(Saved data entries)
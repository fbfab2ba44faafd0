/**
 * Estimate of the capacitance between the stators of neighbouring sections: the plates that look
 * at each other as a parallel pair, rims and earthed rotor left out. Right in its order of
 * magnitude; to be measured on a built one.
 */

import { areaD, intersectD, FillRule, type PathD } from 'clipper2-ts';
import { EPSILON_0 } from '../constants';
import type { Derived } from '../derived';
import { flatten } from '../flatten';
import type { Contour } from '../outline';
import { FLATTENING } from '../tolerances';

export interface Coupling {
  /** The two sections, by index. */
  readonly sections: readonly [number, number];
  /** Between the stator plates that look at each other, mm, and what they share in plan, mm². */
  readonly distance: number;
  readonly area: number;
  /** Without a screen, F. */
  readonly open: number;
  /** With an earthed screen half way that reaches {@link reach} beyond both plates, F. */
  readonly screened: number;
  /** How far the screen reaches, mm: half the distance. */
  readonly reach: number;
}

function polygonOf(contour: Contour): PathD {
  const flat = flatten(contour, FLATTENING);
  return Array.from({ length: flat.length / 2 }, (_, i) => ({
    x: flat[2 * i]!,
    y: flat[2 * i + 1]!,
    z: 0,
  }));
}

/** Decimals of a millimetre that are kept in clipping. */
const DIGITS = 5;

/** Between each section and the next. */
export function couplingsOf({ sections, stack }: Derived): readonly Coupling[] {
  return sections.slice(1).map((next, i): Coupling => {
    const stators = stack.plates.filter(({ role }) => role === 'stator');
    const faces = (index: number, side: 1 | -1): number[] =>
      stators
        .filter(({ section }) => section === index)
        .map(({ z, thickness }) => z + (side * thickness) / 2);
    const distance = Math.min(...faces(i + 1, -1)) - Math.max(...faces(i, 1));
    const shared = intersectD(
      [polygonOf(sections[i]!.stator.outside)],
      [polygonOf(next.stator.outside)],
      FillRule.NonZero,
      DIGITS,
    );
    const area = Math.abs(shared.reduce((sum, path) => sum + areaD(path), 0));
    const open = (EPSILON_0 * area) / distance;
    const reach = distance / 2;
    // Between earthed plates half the distance apart the field falls as exp(−π·x/(distance/2)):
    // the lowest mode of the gap that it has to pass on either side of the screen.
    const screened = open * Math.exp((-2 * Math.PI * reach) / (distance / 2));
    return { sections: [i, i + 1], distance, area, open, screened, reach };
  });
}
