/**
 * Temperature coefficient of the plates' capacitance. Area grows with the plates' metal, twice its
 * expansion; each pair of gaps is what the spacer leaves beside the plate between its ends:
 * 2α − (S·αs − t·α)/(S − t), S the spacer and t that plate (derived; common to handbooks of the
 * trade). Air: (ε − 1) goes with its density.
 */

import { expansions, spacerMaterialOf } from '../material';
import type { Design, Section } from '../design';

export interface Drift {
  /** 1/K: area, gap, and the air between; and their sum. */
  readonly area: number;
  readonly gap: number;
  readonly air: number;
  readonly total: number;
}

/** 1/K about 20 °C in dry air: from 1.000575797 at 0 °C to 1.000536509 at 20 °C (ITU-R P.453). */
const AIR = (1.000536509 / 1.000575797 - 1) / 20;

export const driftLeftOut: readonly string[] = [
  'film, disc, insulators and frame, whose capacitance drifts by its own law',
  'plates that bow or creep as they warm',
  'end play of the shaft',
];

export function sectionDrift(design: Design, section: Section): Drift {
  const { airGap, rotorThickness, statorThickness, dielectric } = section;
  const plate = expansions[design.material];
  const spacer = expansions[spacerMaterialOf(design)];
  // Stator spacers hold the gaps beside a rotor plate, rotor spacers those beside a stator plate.
  const between = (thickness: number): number => {
    const length = 2 * airGap + thickness;
    return -(length * spacer - thickness * plate) / (2 * airGap);
  };
  const area = 2 * plate;
  const gap = (between(rotorThickness) + between(statorThickness)) / 2;
  const air = dielectric === 'disc' ? 0 : AIR;
  return { area, gap, air, total: area + gap + air };
}
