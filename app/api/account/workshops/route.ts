import { openWorkshop } from '@/lib/account/open-workshop';
import { requirePerson } from '@/lib/account/person';
import { workshopCookie } from '@/lib/chosen-workshop';
import { readJson } from '@/lib/json-body';
import { json, route } from '@/lib/route';

export const POST = route(async (request) => {
  await requirePerson();
  const { workshopId } = await openWorkshop(await readJson(request));
  const response = json({ id: workshopId }, 201);
  response.headers.append('Set-Cookie', workshopCookie(workshopId));
  return response;
});
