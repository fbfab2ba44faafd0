/** An existing dial: marks picked on its picture, and the table of the law that they make. */

import { KernelError } from '../error';
import type { LawPoint } from '../law-points';
import { formatQuantity } from '../quantity';

/** On the picture, in any unit; x to the right, y down. */
export interface PicturePoint {
  readonly x: number;
  readonly y: number;
}

/** A mark whose angle on the shaft is known, rad. */
export interface ReferenceMark extends PicturePoint {
  readonly angle: number;
}

/** A mark with what is printed beside it, Hz. */
export interface FrequencyMark extends PicturePoint {
  readonly frequency: number;
}

export interface DialPicture {
  readonly centre: PicturePoint;
  readonly references: readonly [ReferenceMark, ReferenceMark];
}

/** rad. Reference marks nearer than this say too little of the scale. */
const LEAST_APART = (5 * Math.PI) / 180;

const degrees = (value: number): string => formatQuantity(value, 'angle', 4);

/** From 0 up to a full turn. */
const positive = (angle: number): number =>
  ((angle % (2 * Math.PI)) + 2 * Math.PI) % (2 * Math.PI);

/**
 * Turns a place on the picture into an angle on the shaft, rad. The way round is the one in which
 * the two marks lie as far apart on the picture as on the shaft; what is left between the two, a
 * drive or a picture taken askew, is spread evenly.
 * @returns the reading, and how far apart the marks lie on the picture, rad
 * @throws KernelError where the marks lie together or on the centre
 */
export function dialReading({ centre, references: [first, second] }: DialPicture): {
  readonly angleAt: (point: PicturePoint) => number;
  readonly seenApart: number;
} {
  const bearing = ({ x, y }: PicturePoint, path: string): number => {
    if (x === centre.x && y === centre.y) {
      throw new KernelError(
        'out-of-bounds',
        path,
        0,
        'Mark on the centre: pick it further out',
      );
    }
    return Math.atan2(y - centre.y, x - centre.x);
  };
  const from = bearing(first, 'references.0');
  const clockwise = positive(bearing(second, 'references.1') - from);
  const apart = second.angle - first.angle;
  if (
    Math.min(clockwise, 2 * Math.PI - clockwise) < LEAST_APART ||
    Math.abs(apart) < LEAST_APART
  ) {
    throw new KernelError(
      'out-of-bounds',
      'references.1',
      second.angle,
      `Second reference mark: it lies with the first; pick two at least ${degrees(LEAST_APART)} apart, best near both ends of the scale`,
    );
  }
  const size = Math.abs(apart);
  const way = Math.abs(clockwise - size) <= Math.abs(2 * Math.PI - clockwise - size) ? 1 : -1;
  const seenApart = way > 0 ? clockwise : 2 * Math.PI - clockwise;
  return {
    seenApart,
    angleAt: (point) => {
      const middle = seenApart / 2;
      const turned = positive(way * (bearing(point, 'marks') - from) - middle + Math.PI);
      return first.angle + ((turned + middle - Math.PI) / seenApart) * apart;
    },
  };
}

/**
 * Rows of a dial as a law's table: angles from the end of the highest frequency on, rising. A dial
 * whose frequency rises with its angle is counted from its other end.
 * @param rows shaft angle, rad, and frequency, Hz, in any order
 * @throws KernelError where two rows stand at one angle, or the frequency turns
 */
export function rowsOfDial(rows: readonly LawPoint[]): LawPoint[] {
  const sorted = [...rows].sort(([a], [b]) => a - b);
  const [first, last] = [sorted[0], sorted.at(-1)];
  if (!first || !last || sorted.length < 3) {
    throw new KernelError(
      'out-of-bounds',
      'rows',
      rows.length,
      `Rows of the dial: ${rows.length} are too few; give at least 3`,
    );
  }
  const rises = last[1] > first[1];
  const counted = rises
    ? sorted.map(([angle, frequency]): LawPoint => [last[0] - angle, frequency]).reverse()
    : sorted.map(([angle, frequency]): LawPoint => [angle - first[0], frequency]);
  const wrong = counted.findIndex(
    ([angle, frequency], i) =>
      i > 0 && (angle <= counted[i - 1]![0] || frequency >= counted[i - 1]![1]),
  );
  if (wrong >= 0) {
    const at = (row: LawPoint): string => formatQuantity(row[1], 'frequency', 5);
    throw new KernelError(
      'out-of-bounds',
      'rows',
      counted[wrong]![1],
      `Rows of the dial: ${at(counted[wrong]!)} does not lie between its neighbours as its angle does (beside ${at(counted[wrong - 1]!)}); a frequency must go one way all along`,
    );
  }
  return counted;
}

/** Marks picked on a picture as a law's table. @throws KernelError as its two steps do */
export function rowsOfPicture(
  picture: DialPicture,
  marks: readonly FrequencyMark[],
): LawPoint[] {
  const { angleAt } = dialReading(picture);
  return rowsOfDial(marks.map((mark): LawPoint => [angleAt(mark), mark.frequency]));
}
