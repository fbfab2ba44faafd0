/**
 * Loss in the metal of a meshed section by skin effect, and the unloaded Q it leads to. Current
 * fills plates evenly over their meshed faces and gathers towards the hub, and towards the posts,
 * as the area behind each radius: the sheet's resistance on both faces, integrated along the
 * radius, all plates side by side; shaft and posts carry what their length gathers (a third of
 * their resistance). What it leaves out makes the true Q lower: see {@link lossLeftOut}.
 * Derived here from the surface resistance ρ/δ; skin depth: textbook.
 */

import { arrangementOf } from '../arrangement';
import type { Derived } from '../derived';
import type { Design } from '../design';
import { resistivities, type Metal } from '../material';

/** Magnetic constant, H/mm (CODATA 2022: 1.25663706127e-6 H/m). */
const MU_0 = 1.25663706127e-9;

/**
 * δ = √(ρ/(π·f·µ0)).
 * @param resistivity Ω·mm @param frequency Hz
 * @returns mm
 */
export function skinDepth(resistivity: number, frequency: number): number {
  return Math.sqrt(resistivity / (Math.PI * frequency * MU_0));
}

export const lossLeftOut: readonly string[] = [
  'contacts, wipers and bearings that carry the rotor’s current',
  'insulators, film and disc',
  'joints, solder and roughness',
  'crowding at edges and between neighbouring plates',
  'radiation and what the field does outside the stack',
];

/** The metal at the surface: silver where the plates are plated. */
export function surfaceMetal({ finish, material }: Design): Metal {
  return finish === 'silver' ? 'silver' : material;
}

/** ∫ (I/I₀)² dr/(S·r) on both faces of a sector that gathers its current towards a radius. */
function sectorPath(inner: number, outer: number, sector: number): number {
  const square = outer ** 2 - inner ** 2;
  const integral =
    Math.log(outer / inner) * outer ** 4 - outer ** 2 * square + (outer ** 4 - inner ** 4) / 4;
  return integral / square ** 2 / (2 * sector);
}

export interface Loss {
  /** mm */
  readonly skinDepth: number;
  /** Series resistance of plates, and of shaft with posts, Ω. */
  readonly plates: number;
  readonly rods: number;
  /** 1/(ω·C·R) at the capacitance asked for. */
  readonly q: number;
}

/**
 * @param frequency Hz
 * @param capacitance F, what the section has between its terminals there
 */
export function sectionLoss(
  { design, sections, stack }: Derived,
  index: number,
  frequency: number,
  capacitance: number,
): Loss {
  const section = sections[index]!;
  const { rotorPlates, statorPlates } = design.sections[index]!;
  const { share, lobes } = arrangementOf(design);
  const resistivity = resistivities[surfaceMetal(design)];
  const depth = skinDepth(resistivity, frequency);
  const surface = resistivity / depth;
  const { cutoutRadius, spacerRadius, postSpacerRadius, postCount } = design;
  const path = sectorPath(cutoutRadius, section.sweepRadius, design.rotorSector);
  // From the cut-out to the wall of spacers, all the current together.
  const neck =
    Math.log(cutoutRadius / Math.min(spacerRadius, 0.99 * cutoutRadius)) /
    ((2 * (2 * Math.PI)) / lobes);
  const plates = surface * ((path + neck) / rotorPlates + path / statorPlates);
  const sets = stack.plates.filter((plate) => plate.section === index && plate.pack === 0);
  const length = Math.max(...sets.map(({ z }) => z)) - Math.min(...sets.map(({ z }) => z));
  const rod = (radius: number): number => (surface * length) / (2 * Math.PI * radius) / 3;
  const rods = rod(spacerRadius) + rod(postSpacerRadius) / postCount;
  // Two in series have twice the resistance of one.
  const resistance = (plates + rods) / share;
  return {
    skinDepth: depth,
    plates: plates / share,
    rods: rods / share,
    q: 1 / (2 * Math.PI * frequency * capacitance * resistance),
  };
}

▸ About this task: What do the lines above say from the one containing "Math.log(cutoutRadius / Math.min(spacerRadius, 0.99" down to the one containing "const plates = surface"? Return them exactly, both end lines included, and only them.

▸ Output of the exercise:
    Math.log(cutoutRadius / Math.min(spacerRadius, 0.99 * cutoutRadius)) /
    ((2 * (2 * Math.PI)) / lobes);
  const plates = surface * ((path + neck) / rotorPlates + path / statorPlates);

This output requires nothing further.